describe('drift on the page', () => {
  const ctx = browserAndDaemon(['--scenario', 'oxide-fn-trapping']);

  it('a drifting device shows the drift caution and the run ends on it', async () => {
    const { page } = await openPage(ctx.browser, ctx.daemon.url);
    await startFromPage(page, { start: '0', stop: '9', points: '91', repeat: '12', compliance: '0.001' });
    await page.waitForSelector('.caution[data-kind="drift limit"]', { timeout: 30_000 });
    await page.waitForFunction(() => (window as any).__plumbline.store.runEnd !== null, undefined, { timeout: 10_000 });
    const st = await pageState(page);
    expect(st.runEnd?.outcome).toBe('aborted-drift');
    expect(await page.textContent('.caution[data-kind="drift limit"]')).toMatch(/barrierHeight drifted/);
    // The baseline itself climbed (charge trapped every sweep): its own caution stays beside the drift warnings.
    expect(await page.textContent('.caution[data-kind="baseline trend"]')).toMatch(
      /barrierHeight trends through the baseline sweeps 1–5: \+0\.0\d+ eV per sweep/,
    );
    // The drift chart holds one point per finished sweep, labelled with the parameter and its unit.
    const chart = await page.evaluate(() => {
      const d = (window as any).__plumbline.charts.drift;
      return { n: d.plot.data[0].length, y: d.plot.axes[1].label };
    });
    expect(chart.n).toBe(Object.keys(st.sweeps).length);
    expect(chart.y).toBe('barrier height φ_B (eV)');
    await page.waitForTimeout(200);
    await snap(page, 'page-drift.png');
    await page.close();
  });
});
—————
*Instructions to follow*:
Copy all the lines above that hold the string "const".

*Response area*:
  const ctx = browserAndDaemon(['--scenario', 'oxide-fn-trapping']);
    const { page } = await openPage(ctx.browser, ctx.daemon.url);
    const st = await pageState(page);
    const chart = await page.evaluate(() => {
      const d = (window as any).__plumbline.charts.drift;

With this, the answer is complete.